There is a disturbing trend brewing in your child’s world: treat bags.
Kids receive them when they attend a birthday party, and from school on Halloween and Valentine’s Day. My issue is not with purchasing items for treat bags, it is with receiving them. Times three.
Here’s why: The bag comes home with the kid. Initially, they are excited and tear them apart, leaving the contents all over the dining room table, where they are soon forgotten.
That is, they are forgotten by the kid. You, on the other hand, will put the items back in the treat bag and then you have two options: orchestrate covert mission to get the treat bag in the garbage or face certain turmoil for weeks on end as you move the bag from table to counter to junk drawer.
You will decide against the disposal mission. Too dangerous. You will sigh with resignation as you move the bag from table to counter for the first time. Over the next month, each time the child sees the treat bag, they will dump it out. The treat bag seems innocuous, but you will learn that each bag is filled with Tiny Parent Torture Devices (TPTD).
Have you ever actually seen a child wearing a plastic ring? You wonder. No. Because nobody wears them. They hurt. The plastic digs into chubby little fingers. You know because you have tried them on. And then the children will leave the spider ring on the floor, and you will run screaming from the room at least three times before you finally spike it into the garbage with excessive force. Sometimes, aggression against tiny, plastic spider rings feels good.
You and your child will discover the glow stick was accidentally cracked and has been burned out for days. Hysterical crying will ensue. At some point, it will be you who is crying. You will promise to buy hundreds of glow sticks on your next Target run.
Tiny bottles of bubbles:
They seem ideal. What child does not love bubbles? They ALL love bubbles. You know who does not like bubbles? You do not. At least not when you are sitting outside with the child with the tiny bottle of bubbles and you have to go in the house 5,134 times to refill the tiny bottle with dish soap and water. And you get the ratio of soap to water wrong. Every. Single. Time.
These are not bad if you can find a place to keep them. Whenever the kid whines that they cannot find a pencil for homework, you can open up the kitchen drawer to reveal dozens, no HUNDREDS, of Halloween and Valentine’s pencils. You will never buy pencils for home again.
Tiny pads of paper:
What exactly would one use these for, you wonder. You will want to put them in the garbage, but you will not. You will put them in the recycling bin. You are an environmentalist, after all.

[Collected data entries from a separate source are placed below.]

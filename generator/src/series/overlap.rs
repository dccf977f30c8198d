//! Squared overlap of two envelopes as a power series of the control.
//!
//! In: two levels of systems with envelopes, on a common position `z - z0`;
//! their meshes may differ. Out: powers 0 to 4 of `|<a|b>|^2 / (<a|a><b|b>)`.
//!
//! Method: the states to fourth order in intermediate normalisation,
//!
//! ```text
//! (H_0 - E_0) a_k = -Q [sum_c H_c a_(k-c) - sum_i E_i a_(k-i)],  c from 1 to k, i from 1 to k - 1
//! ```
//!
//! and the series of the quotient. Products of envelopes of different meshes are
//! integrated between all nodes of both, so no kink falls inside a piece.
//!
//! Not here: the exact overlap away from the operating point; [`squared_overlap`]
//! is its last step.

use super::effective::COEFFICIENTS;
use super::product::inner;
use super::{AnyLevel, Level, SAFETY};
use crate::diagnostic::{Diagnostic, Error, Result};
use crate::model::{C64, HIGHEST_POWER, Model};
use crate::pencil::{Scalar, State, reduced_solve};

/// Powers of an overlap series.
const POWERS: usize = HIGHEST_POWER + 1;

/// Nodes and weights of the Gauss-Legendre rule with 8 points on [-1, 1], positive half.
/// Source: Abramowitz and Stegun, *Handbook of Mathematical Functions*, table 25.4.
const GAUSS: [(f64, f64); 4] = [
    (0.183_434_642_495_649_8, 0.362_683_783_378_362),
    (0.525_532_409_916_329, 0.313_706_645_877_887_3),
    (0.796_666_477_413_626_7, 0.222_381_034_453_374_5),
    (0.960_289_856_497_536_2, 0.101_228_536_290_376_3),
];

/// The series of a squared overlap.
#[derive(Clone, Debug, PartialEq)]
pub struct OverlapSeries {
    /// Powers 0 to 4, per control unit to the k.
    pub coefficients: [f64; POWERS],
    /// Estimated error of each, times 4; without the change with refinement.
    pub uncertainty: [f64; POWERS],
    /// Why a coefficient is exactly zero.
    pub zero: [Option<String>; POWERS],
}

/// The squared overlap of two levels as a series.
///
/// # Errors
/// `no-envelope` (spec) for a system without a position; `degenerate-overlap` (spec) for a
/// level that is degenerate at the operating point, whose state is not unique.
pub fn overlap(a: &AnyLevel, b: &AnyLevel) -> Result<OverlapSeries> {
    let (left, right) = (Expanded::new(a)?, Expanded::new(b)?);
    let points = points(a, b)?;
    let (left_waves, right_waves) = (left.waves(&points)?, right.waves(&points)?);
    let mut cross = [C64::new(0.0, 0.0); POWERS];
    for power in 0..POWERS {
        for low in 0..=power {
            for (k, (_, weight)) in points.iter().enumerate() {
                cross[power] += left_waves[low][k].conj() * right_waves[power - low][k] * *weight;
            }
        }
    }
    let square: [f64; POWERS] = std::array::from_fn(|power| {
        (0..=power).fold(0.0, |sum, low| sum + (cross[low] * cross[power - low].conj()).re)
    });
    let norm = multiply(&left.norm, &right.norm);
    let mut coefficients = [0.0; POWERS];
    for power in 0..POWERS {
        let taken = (0..power).fold(0.0, |sum, low| sum + coefficients[low] * norm[power - low]);
        coefficients[power] = square[power] - taken;
    }
    let mut uncertainty = [0.0; POWERS];
    for (power, slot) in uncertainty.iter_mut().enumerate() {
        for low in 0..=power {
            let high = power - low;
            *slot += 2.0 * SAFETY * (left.doubt[low] * right.size[high] + left.size[low] * right.doubt[high]);
        }
    }
    let mut zero: [Option<String>; POWERS] = Default::default();
    if let (Some(one), Some(_)) = (left.parity, right.parity) {
        for power in [1, 3] {
            coefficients[power] = 0.0;
            uncertainty[power] = 0.0;
            zero[power] = Some(one.clone());
        }
    }
    Ok(OverlapSeries { coefficients, uncertainty, zero })
}

/// Points and weights that integrate products of an envelope of each level.
///
/// # Errors
/// `no-envelope` (spec).
pub fn points(a: &AnyLevel, b: &AnyLevel) -> Result<Vec<(f64, f64)>> {
    let (Some(left), Some(right)) = (quadrature(a), quadrature(b)) else {
        return Err(no_envelope());
    };
    if left == right {
        return Ok(left);
    }
    let mut nodes: Vec<f64> = left.iter().chain(&right).map(|point| point.0).collect();
    nodes.sort_by(f64::total_cmp);
    let mut out = Vec::with_capacity(8 * nodes.len());
    for pair in nodes.windows(2) {
        let (middle, half) = (0.5 * (pair[0] + pair[1]), 0.5 * (pair[1] - pair[0]));
        if half <= 0.0 {
            continue;
        }
        for &(node, weight) in GAUSS.iter().rev() {
            out.push((middle - half * node, half * weight));
        }
        for &(node, weight) in &GAUSS {
            out.push((middle + half * node, half * weight));
        }
    }
    Ok(out)
}

/// `|<a|b>|^2` of two normalised envelopes sampled on the same points.
#[must_use]
pub fn squared_overlap(points: &[(f64, f64)], a: &[C64], b: &[C64]) -> f64 {
    let mut sum = C64::new(0.0, 0.0);
    for ((point, x), y) in points.iter().zip(a).zip(b) {
        sum += x.conj() * y * point.1;
    }
    sum.norm_sqr()
}

/// A state's envelope on given points.
///
/// # Errors
/// `no-envelope` (spec).
pub fn wave<T: Scalar>(model: &dyn Model<T>, state: &State<T>, points: &[(f64, f64)]) -> Result<Vec<C64>> {
    points
        .iter()
        .map(|&(z, _)| {
            model.envelope(state, z).map(|x| C64::new(x.real(), x.imaginary())).ok_or_else(no_envelope)
        })
        .collect()
}

fn no_envelope() -> Error {
    Error::spec(
        Diagnostic::new("no-envelope", "an overlap needs two systems with a position")
            .expected("two systems of `kind: layers`")
            .action("ask for the levels themselves with `sum`"),
    )
}

fn quadrature(level: &AnyLevel) -> Option<Vec<(f64, f64)>> {
    crate::with_level!(level, level => level.model.quadrature())
}

fn multiply(a: &[f64; POWERS], b: &[f64; POWERS]) -> [f64; POWERS] {
    std::array::from_fn(|power| (0..=power).fold(0.0, |sum, low| sum + a[low] * b[power - low]))
}

/// States of one level to fourth order, in either field.
enum States<'a> {
    Real(&'a Level<f64>, Vec<State<f64>>),
    Complex(&'a Level<C64>, Vec<State<C64>>),
}

struct Expanded<'a> {
    states: States<'a>,
    norm: [f64; POWERS],
    size: [f64; POWERS],
    doubt: [f64; POWERS],
    parity: Option<String>,
}

impl<'a> Expanded<'a> {
    fn new(level: &'a AnyLevel) -> Result<Self> {
        match level {
            AnyLevel::Real(level) => {
                let (states, norm, size, doubt) = expand(level)?;
                let parity = level.model.parity();
                Ok(Self { states: States::Real(level, states), norm, size, doubt, parity })
            }
            AnyLevel::Complex(level) => {
                let (states, norm, size, doubt) = expand(level)?;
                let parity = level.model.parity();
                Ok(Self { states: States::Complex(level, states), norm, size, doubt, parity })
            }
        }
    }

    fn waves(&self, points: &[(f64, f64)]) -> Result<Vec<Vec<C64>>> {
        match &self.states {
            States::Real(level, states) => {
                states.iter().map(|state| wave(level.model.as_ref(), state, points)).collect()
            }
            States::Complex(level, states) => {
                states.iter().map(|state| wave(level.model.as_ref(), state, points)).collect()
            }
        }
    }
}

type Parts<T> = (Vec<State<T>>, [f64; POWERS], [f64; POWERS], [f64; POWERS]);

/// States 0 to 4, the series of their squared norm, their norms and estimated errors.
fn expand<T: Scalar>(level: &Level<T>) -> Result<Parts<T>> {
    if level.set.len() != 1 {
        return Err(Error::spec(
            Diagnostic::new("degenerate-overlap", "the state of a degenerate level is not unique")
                .found(format!("level {} with {} others at its energy", level.number, level.set.len() - 1))
                .action("select one by `where`, or move the operating point"),
        ));
    }
    let model = level.model.as_ref();
    let matrix = model.expansion(0);
    let energy = level.energies[0];
    let space = [level.state.clone()];
    let mut states = vec![level.state.clone(), level.corrections[0].clone(), level.corrections[1].clone()];
    for power in 3..POWERS.min(COEFFICIENTS) {
        let mut right = State::zeros(model.order());
        for c in 1..=power {
            right -= model.expansion(c).apply(&states[power - c]);
        }
        for i in 1..power {
            right.axpy(T::from_real(level.energies[i]), &states[power - i], T::one());
        }
        states.push(reduced_solve(matrix, energy, &space, &right)?);
    }
    let norm = std::array::from_fn(|power| {
        (0..=power).fold(0.0, |sum, low| sum + inner(&states[low], &states[power - low]).real())
    });
    let size = std::array::from_fn(|power| states[power].norm());
    // The zeroth-order residual over the gap is the error of the state; each
    // further solve multiplies it as it multiplies the norm.
    let mut rest = matrix.apply(&level.state);
    rest.axpy(T::from_real(-energy), &level.state, T::one());
    let gap = level
        .levels
        .iter()
        .map(|other| (other - energy).abs())
        .filter(|gap| *gap > 0.0)
        .fold(f64::INFINITY, f64::min);
    let relative = (rest.norm() / gap).max(4.0 * f64::EPSILON);
    let doubt = std::array::from_fn(|power| relative * (power + 1) as f64 * size[power]);
    Ok((states, norm, size, doubt))
}

#[cfg(test)]
mod tests {
    use super::super::level;
    use super::super::trial::{Trial, well};
    use super::*;

    /// Integrates every polynomial up to degree 15.
    #[test]
    fn the_gauss_rule_is_exact_to_degree_fifteen() {
        for power in (0..16).step_by(2) {
            let sum: f64 = GAUSS.iter().map(|(x, w)| 2.0 * w * (0..power).fold(1.0, |p, _| p * x)).sum();
            assert!((sum - 2.0 / (power as f64 + 1.0)).abs() < 1e-15, "{power}");
        }
    }

    /// Two opposite charges in one hard-walled well, the second with half the response: O = 1 - d^2
    /// sum (c_k + c_k/2)^2 + ..., the amplitudes c_k from the matrix elements of the textbook (Fluegge,
    /// *Practical Quantum Mechanics*).
    #[test]
    fn opposite_charges_in_one_well_lose_overlap() {
        let mut holes = well(60);
        holes[1] *= -0.5;
        let electron =
            AnyLevel::Real(Box::new(level(&Trial::new(well(60)).even().wide(1.0).shared(), 1).unwrap()));
        let hole = AnyLevel::Real(Box::new(level(&Trial::new(holes).even().wide(1.0).shared(), 1).unwrap()));
        let found = overlap(&electron, &hole).unwrap();
        let pi = std::f64::consts::PI;
        let mut sum = 0.0;
        for k in (2..=60).step_by(2) {
            let k = k as f64;
            let amplitude =
                8.0 / (pi * pi) * k / ((k * k - 1.0) * (k * k - 1.0)) / (0.5 * pi * pi * (k * k - 1.0));
            sum += 2.25 * amplitude * amplitude;
        }
        assert!((found.coefficients[0] - 1.0).abs() < 1e-12);
        assert_eq!(found.coefficients[1], 0.0);
        assert!(
            (found.coefficients[2] + sum).abs() < 1e-12 * sum.max(1e-3),
            "{:e} {sum:e}",
            found.coefficients[2]
        );
    }

    /// Ground states of hard-walled wells of widths 1 and 3/2, centred: closed form of the overlap,
    /// and the fourth-order series against overlaps of re-solved states at a small field.
    #[test]
    fn wells_of_different_width_overlap_as_integrated_by_hand() {
        let narrow = Trial::new(well(60)).even().wide(1.0).shared();
        let wide = Trial::new(well(60)).even().wide(1.5).shared();
        let a = AnyLevel::Real(Box::new(level(&narrow, 1).unwrap()));
        let b = AnyLevel::Real(Box::new(level(&wide, 1).unwrap()));
        let found = overlap(&a, &b).unwrap();
        let pi = std::f64::consts::PI;
        // integral of 2/sqrt(3/2) cos(pi z) cos(2 pi z/3) over [-1/2, 1/2]
        let (p, q) = (pi / 3.0, 5.0 * pi / 3.0);
        let expected = libm::sqrt(8.0 / 3.0) * (libm::sin(p / 2.0) / p + libm::sin(q / 2.0) / q);
        assert!((found.coefficients[0] - expected * expected).abs() < 1e-12);
        let grid = points(&a, &b).unwrap();
        for d in [2.0, -2.0] {
            let at = |model: &std::rc::Rc<dyn Model<f64>>| {
                let state = crate::pencil::eigenpair(&model.hamiltonian(d), 1).unwrap().state;
                wave(model.as_ref(), &state, &grid).unwrap()
            };
            let exact = squared_overlap(&grid, &at(&narrow), &at(&wide));
            let series = crate::form::horner(&found.coefficients, d);
            let dropped = (exact - found.coefficients[0]).abs();
            assert!(dropped > 1e-4, "{dropped:e}");
            assert!((exact - series).abs() < 1e-2 * dropped, "{exact} {series} {:?}", found.coefficients);
        }
    }
}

You will soon realize that unless the child is hiking in the woods where bears might be present, no child should be given a whistle. Ever.
Tiny little mazes:
The kids will not play with them. But you will. You will torture yourself for hours trying to get that tiny metallic ball to its home. Perhaps you and your spouse will make a drinking game out of it some Friday night. Aaaaah, marital bonding over spirits and tiny mazes. Good times.
The only place you will ever find stickers is stuck to hardwood floors and windows. You will appreciate the quiet while the child is carefully placing said stickers all over said floor; however, the hour of hard labor to scrape them off will make it seem not worth it. Or maybe it WAS worth it. Depends on the day.
Either way, it will not take long before you will determine that for the love of parents and their sanity, a silent agreement must be made: no more treat bags!